É normal uma criança bilíngue demorar um pouco mais para falar do que uma criança monolíngue, mas o atraso é temporário e geralmente de pouco meses. Geralmente aos cinco anos a criança já tem vocabulário nos dois idiomas equivalente as outras que falam apenas um.

A longo prazo os benefícios de ser bilíngue superam qualquer desvantagem inicial, por exemplo, várias pesquisas comprovam que crianças bilíngues tem mais habilidade cognitiva e, segundo o Jornal New York Times, são mais espertas que as monolíngues (não fui eu quem disse, está escrito lá).

Mito 2: Bilinguismo causa confusão

Muita gente acha que aprender dois, ou mais, idiomas ao mesmo tempo confunde as crianças, que acabam misturando tudo e não aprendendo nada. Essa mistura é comum quando aprendemos outra língua (até nós adultos fazemos isso não é mesmo?) e não é indicação de que a criança não sabe a diferença entre os idiomas. A mistura ocorre porque o vocabulário dela ainda não está completo e ela precisa usar palavras dos dois idiomas para conseguir se expressar. Ou quer usar uma palavra que ela não acha no outro idioma, por exemplo, a palavra “saudade” não tem equivalente em inglês, dizemos apenas “I miss you” (sinto sua falta). Outro fator que contribui para a mistura é o exemplo dos pais, se nós misturamos em casa, os filhos também vão misturar.
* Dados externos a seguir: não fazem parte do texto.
@dataclass(frozen=True)
class Pose:
    """The vehicle pose a sheet draws (drawing frame, m, degrees) and why that pose."""

    x: float
    y: float
    heading_deg: float
    note: str
    envelope_m: float = 0.0      # clearance band drawn round the outline (tight places)


@dataclass(frozen=True)
class Dimension:
    """A dimension line from ``a`` to ``b`` (drawing frame), drawn ``offset_mm`` (on paper) to one side."""

    a: tuple[float, float]
    b: tuple[float, float]
    text: str
    offset_mm: float = 0.0
    emphasis: bool = False
    offset_m: float = 0.0        # further offset in drawing metres (clear of the vehicle outline)


@dataclass
class Sheet:
    """What the sheet of one finding shows."""

    number: int
    finding: Any
    centre: tuple[float, float]
    focus: tuple[float, float, float, float]
    scale: int
    cropped: bool
    remedy: Remedy
    pose: Pose | None = None
    dims: list[Dimension] = field(default_factory=list)
    circles: list[tuple[float, float, float, str, str]] = field(default_factory=list)  # x, y, d, label, colour
    bounds: list[Bound] = field(default_factory=list)
    pairs: list[tuple[str, str]] = field(default_factory=list)
    side_view: tuple[float, float] | None = None       # clear height, vehicle height
    numbers: list[tuple[str, str]] = field(default_factory=list)

    @property
    def scale_text(self) -> str:
        return f"1:{self.scale}"


def choose_scale(width_m: float, height_m: float, viewport_mm: tuple[float, float] = VIEWPORT_MM) -> tuple[int, bool]:
    """The largest standard scale at which a ``width_m`` × ``height_m`` area fits the viewport;
    (1:200, True) when none does (the close-up is then cropped round the finding)."""
    for s in SCALES:
        if width_m * 1000.0 / s <= viewport_mm[0] + 1e-9 and height_m * 1000.0 / s <= viewport_mm[1] + 1e-9:
            return s, False
    return SCALES[-1], True


# -- obstacles with their layers and handles ------------------------------------------------------
class _Obstacles:
    def __init__(self, plan: Any):
        self.plan = plan
        walls, solids = list(plan.walls), list(plan.solids)
        self.geoms = np.asarray(walls + solids, dtype=object)
        self.kind = np.array(["linework"] * len(walls) + ["solid"] * len(solids), dtype=object)
        self.layer = np.concatenate([np.asarray(plan.wall_layers, dtype=object),
                                     np.asarray(plan.solid_layers, dtype=object)]) if len(self.geoms) \
            else np.zeros(0, dtype=object)
        # the entity each obstacle came from: DXF handles, or element ids of a building model
        handles: list[str | None] = [None] * len(self.geoms)
        self.id_name = "handle"
        sources = (("wall_ids", "solid_ids", "element id"), ("wall_handles", "solid_handles", "handle"))
        for w_key, s_key, name in sources:
            wh, sh = getattr(plan, w_key, None), getattr(plan, s_key, None)
            if wh is not None and len(wh) == len(walls):
                handles[:len(walls)] = [None if h is None or h == "" else str(h) for h in wh]
                self.id_name = name
            if sh is not None and len(sh) == len(solids):
                handles[len(walls):] = [None if h is None or h == "" else str(h) for h in sh]
                self.id_name = name
        self.handle = handles
        heights = np.concatenate([np.asarray(plan.wall_heights).reshape(-1, 2),
                                  np.asarray(plan.solid_heights).reshape(-1, 2)])
        self.bottom = heights[:, 0] if len(heights) else np.zeros(0)
        self.floor = self.bottom <= 0
        self.tree = shapely.STRtree(self.geoms) if len(self.geoms) else None
        floor_geoms = self.geoms[self.floor] if len(self.geoms) else self.geoms
        self.floor_union = shapely.STRtree(floor_geoms) if len(floor_geoms) else None
        self.floor_geoms = floor_geoms

    def in_box(self, box: tuple[float, float, float, float]) -> np.ndarray:
        if self.tree is None:
            return np.zeros(0, dtype=int)
        return np.sort(self.tree.query(shapely.box(*box)))

    def nearest_bound(self, side: str, lx: float, ly: float, *, floor_only: bool = True) -> Bound | None:
        if self.tree is None:
            return None
        p = shapely.Point(lx, ly)
        idx = self.tree.query(p.buffer(0.05))
        cand = [int(i) for i in idx if not floor_only or self.floor[int(i)]]
        if not cand:
            near = self.tree.query_nearest(p, max_distance=5.0)
            cand = [int(i) for i in near if not floor_only or self.floor[int(i)]]
        if not cand:
            return None
        d = [self.geoms[i].distance(p) for i in cand]
        i = cand[int(np.argmin(d))]
        q = shapely.ops.nearest_points(self.geoms[i], p)[0]
        x, y = self.plan.to_drawing(q.x, q.y)
        return Bound(side, str(self.kind[i]), plain_text(self.layer[i]), self.handle[i], float(min(d)), x, y,
                     self.id_name)

    def collides(self, poly: Any) -> bool:
        if self.floor_union is None:
            return False
        return bool(len(self.floor_union.query(poly, predicate="intersects")))

    def overlap_area(self, poly: Any) -> float:
        if self.floor_union is None:
            return 0.0
        idx = self.floor_union.query(poly, predicate="intersects")
        area = 0.0
        for i in idx:
            g = self.floor_geoms[int(i)]
            area += poly.intersection(g).area if g.geom_type.endswith("Polygon") else poly.intersection(g).length * 0.01
        return area


def _placed(poly: Any, x: float, y: float, heading_deg: float) -> Any:
    h = math.radians(heading_deg)
    c, s = math.cos(h), math.sin(h)
    return shapely.affinity.affine_transform(poly, [c, -s, s, c, x, y])


def _unit(v: np.ndarray) -> np.ndarray:
    n = float(np.hypot(*v))
    return v / n if n > 0 else np.array([1.0, 0.0])


# -- per-kind contents -------------------------------------------------------------------------------
def _gap(f: Any, plan: Any, ctx: RemedyContext) -> tuple[np.ndarray, np.ndarray] | None:
    """The two obstacle points (local) bounding the finding's clear width."""
    g = f.geometry
    if isinstance(g, shapely.LineString) and len(g.coords) >= 2:
        xy = np.asarray(g.coords)[:, :2]
        return xy[0].copy(), xy[-1].copy()
    lx, ly = plan.to_local(f.x, f.y)
    w, q1, q2 = ctx.width_at(lx, ly)
    if q1 is None or q2 is None or not math.isfinite(w) or np.allclose(q1, q2):
        return None
    return np.asarray(q1, float), np.asarray(q2, float)


def _centred_pose(vehicle: Any, mid: np.ndarray, d: np.ndarray, t: float) -> tuple[float, float, float]:
    """Reference point and heading of the vehicle facing ``d``, its footprint centred on ``mid``
    sideways and its footprint's centre ``t`` behind ``mid`` along ``d`` (local frame)."""
    heading = math.degrees(math.atan2(d[1], d[0]))
    x0, y0, x1, y1 = vehicle.footprint.bounds
    cx, cy = 0.5 * (x0 + x1), 0.5 * (y0 + y1)
    n = np.array([-d[1], d[0]])
    ref = mid - d * (cx + t) - n * cy
    return float(ref[0]), float(ref[1]), heading


def _deepest_pose(vehicle: Any, obst: _Obstacles, mid: np.ndarray, d: np.ndarray) -> tuple[float, float, float] | None:
    """The pose square to the gap, centred, coming along ``d``: the smallest ``t`` (footprint
    centre behind the gap) at which the footprint is clear of the floor obstacles."""
    fp = vehicle.footprint
    length = float(fp.bounds[2] - fp.bounds[0])

    def clear(t: float) -> bool:
        x, y, h = _centred_pose(vehicle, mid, d, t)
        return not obst.collides(_placed(fp, x, y, h))

    hi = 0.5 * length + 0.02
    while not clear(hi):
        hi *= 1.6
        if hi > 8.0:
            return None
    lo = 0.0
    if clear(lo):
        return _centred_pose(vehicle, mid, d, lo)
    for _ in range(24):
        mid_t = 0.5 * (lo + hi)
        lo, hi = (lo, mid_t) if clear(mid_t) else (mid_t, hi)
    return _centred_pose(vehicle, mid, d, hi)


def _stations_side(result: Any, names: list[str], mid: np.ndarray, d: np.ndarray) -> float:
    """Sum of signed distances along ``d`` of the named stations from the gap (local frame)."""
    total = 0.0
    for s in result.stations:
        if s.name in names:
            lx, ly = result.plan.to_local(s.x, s.y)
            total += float(np.dot(np.array([lx, ly]) - mid, d))
    return total


def _width_contents(sheet: Sheet, result: Any, obst: _Obstacles, ctx: RemedyContext, tight: bool) -> None:
    f, plan, vehicle = sheet.finding, result.plan, result.vehicle
    gap = _gap(f, plan, ctx)
    if gap is None:
        return
    q1, q2 = gap
    mid = 0.5 * (q1 + q2)
    g = _unit(q2 - q1)
    d = np.array([-g[1], g[0]])
    if not tight:
        # come from the side away from the stations this place cuts off
        if _stations_side(result, list(f.cuts_off), mid, d) > 0:
            d = -d
        pose = _deepest_pose(vehicle, obst, mid, d)
        if pose is None:
            pose = _centred_pose(vehicle, mid, d, 0.0)
            note = "vehicle square to the opening, centred on it (no clear approach found close by)"
        else:
            note = ("vehicle square to the opening and centred on it, as far in as its outline with margin "
                    "gets before touching the bounding obstacles (deepest progress)")
        x, y = plan.to_drawing(pose[0], pose[1])
        sheet.pose = Pose(x, y, pose[2], note)
    else:
        req = float(f.required_clearance_m if f.required_clearance_m is not None
                     else result.settings.get("required_clearance_m") or 0.0)
        pose = _centred_pose(vehicle, mid, d, 0.0)
        x, y = plan.to_drawing(pose[0], pose[1])
        sheet.pose = Pose(x, y, pose[2], "vehicle square to the pinch and centred in it: the pose of least "
                          f"clearance; dashed: the {req:.2f} m clearance the site asks for", envelope_m=req)
    a = plan.to_drawing(*q1)
    b = plan.to_drawing(*q2)
    clear = float(f.clear_width_m) if f.clear_width_m is not None else float(np.hypot(*(q2 - q1)))
    needed = f.needed_width_m
    sheet.dims.append(Dimension(a, b, f"clear {clear:.2f} m", emphasis=True))
    if needed is not None:
        half = 0.5 * float(needed) * g
        na = plan.to_drawing(*(mid - half))
        nb = plan.to_drawing(*(mid + half))
        what = "needed" if not tight else "needed with clearance"
        beyond = 0.0
        if tight:      # past the front of the centred vehicle with its clearance band
            x0, _, x1, _ = vehicle.footprint.bounds
            beyond = 0.5 * (x1 - x0) + req
        sheet.dims.append(Dimension(na, nb, f"{what} {float(needed):.2f} m", offset_mm=7.0, offset_m=beyond))
    sheet.bounds += [b_ for b_ in (obst.nearest_bound("side A", *q1), obst.nearest_bound("side B", *q2)) if b_]


def _noturn_contents(sheet: Sheet, result: Any, obst: _Obstacles, ctx: RemedyContext) -> None:
    f, plan = sheet.finding, result.plan
    rem = sheet.remedy
    if rem.at is None:
        return
    wx, wy = rem.at
    lx, ly = plan.to_local(wx, wy)
    ranges = list(f.heading_ranges_deg or [])
    heading = 0.5 * (ranges[0][0] + ranges[0][1]) if ranges else 0.0
    if ranges and ranges[0][1] < ranges[0][0]:
        heading = 0.5 * (ranges[0][0] + ranges[0][1] + 360.0)
    sheet.pose = Pose(wx, wy, ((heading + 180.0) % 360.0) - 180.0,
                      "vehicle at the widest spot of the stretch, along it (a heading it fits at)")
    have = 2.0 * ctx.clearance_at(lx, ly)
    if math.isfinite(have):
        sheet.circles.append((wx, wy, have, f"widest here {have:.2f} m", _CIRCLE_HAVE))
        w, q1, q2 = ctx.width_at(lx, ly)
        if q1 is not None and q2 is not None and not np.allclose(q1, q2):
            sheet.dims.append(Dimension(plan.to_drawing(*q1), plan.to_drawing(*q2), f"clear {w:.2f} m",
                                        emphasis=True))
            sheet.bounds += [b for b in (obst.nearest_bound("side A", *q1), obst.nearest_bound("side B", *q2)) if b]
    if rem.target_m:
        sheet.circles.append((wx, wy, rem.target_m, f"turn-round needs {rem.target_m:.2f} m", _CIRCLE_NEED))


def _station_contents(sheet: Sheet, result: Any, obst: _Obstacles, ctx: RemedyContext) -> None:
    f, plan, vehicle = sheet.finding, result.plan, result.vehicle
    station = next((s for s in result.stations if s.name in f.cuts_off), None)
    lx, ly = plan.to_local(f.x, f.y)
    if station is not None and station.heading_deg is not None:
        heading, note = float(station.heading_deg), "vehicle at the station at its docking heading"
    else:
        best = (math.inf, 0.0)
        for h in np.arange(-180.0, 180.0, 5.0):
            a = obst.overlap_area(_placed(vehicle.footprint, lx, ly, float(h)))
            if a < best[0] - 1e-12:
                best = (a, float(h))
        heading, note = best[1], "vehicle at the station at the heading where it overlaps the obstacles least"
    sheet.pose = Pose(f.x, f.y, heading, note + " (the overlap is what is missing)")
    w, q1, q2 = ctx.width_at(lx, ly)
    if q1 is not None and q2 is not None and not np.allclose(q1, q2) and math.isfinite(w):
        sheet.dims.append(Dimension(plan.to_drawing(*q1), plan.to_drawing(*q2), f"clear {w:.2f} m", emphasis=True))
        sheet.bounds += [b for b in (obst.nearest_bound("side A", *q1), obst.nearest_bound("side B", *q2)) if b]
Mito 3: É muito cedo, ou muito tarde, para ensinar um segundo idioma

Quanto mais cedo começarmos a ensinar um segundo idioma melhor. Por razões biológias, a criança mais nova tem maior facilidade para desenvolver um sotaque nativo mas isso não significa que uma criança mais velha ou adulto não possa aprender outros idiomas depois de uma idade X. Vai ser apenas um pouco mais difícil. Eu aprendi inglês com 19 anos.

Mito 4: Os pais precisam ser bilíngues

Mesmo que você não fale o idioma que quer ensinar para seu filho existem várias formas de criar oportunidades para que ele aprenda. Inclusive não é preciso estar no exterior para ter um filho bilíngue.

  • Escolha uma escola de imersão, creche ou contrate uma babá que fale o idioma desejado. Aqui em Toronto temos escolas de imersão francesa, por exemplo, ou escolas de idiomas em várias comunidades, sem contar a diversidade cultural. Então se quiser ensinar qualquer outro idioma além do inglês não seria difícil achar uma atividade apropriada.
  • Tente aprender junto com ele e pratique em casa, mesmo que sua pronúncia não seja perfeita.
  • Leve a criança a programas comunitários e playgroups no idioma desejado.
  • Complemente o aprendizado com músicas e filmes no segundo, ou terceiro, idioma.

Mito 5: A criança vai aprender sozinha

Talvez um dos erros mais comuns sobre bilinguismo é acreditar que a criança vai aprender por osmose qualquer idioma que ela for exposta. Que basta você falar em seu idioma nativo e ela ver TV em outro para aprender os dois na boa.

Mas a coisa não é bem assim, ela pode até entender mas não vai conseguir falar. Para aprender a falar é preciso interagir com o idioma pelo menos 30% do tempo. Se o idioma falado em casa for diferente do idioma dominante você precisa buscar oportunidades para que a criança pratique o segundo idioma. Assistir TV não proporciona nenhuma chance para conversar. Vale as dicas do mito anterior para praticar.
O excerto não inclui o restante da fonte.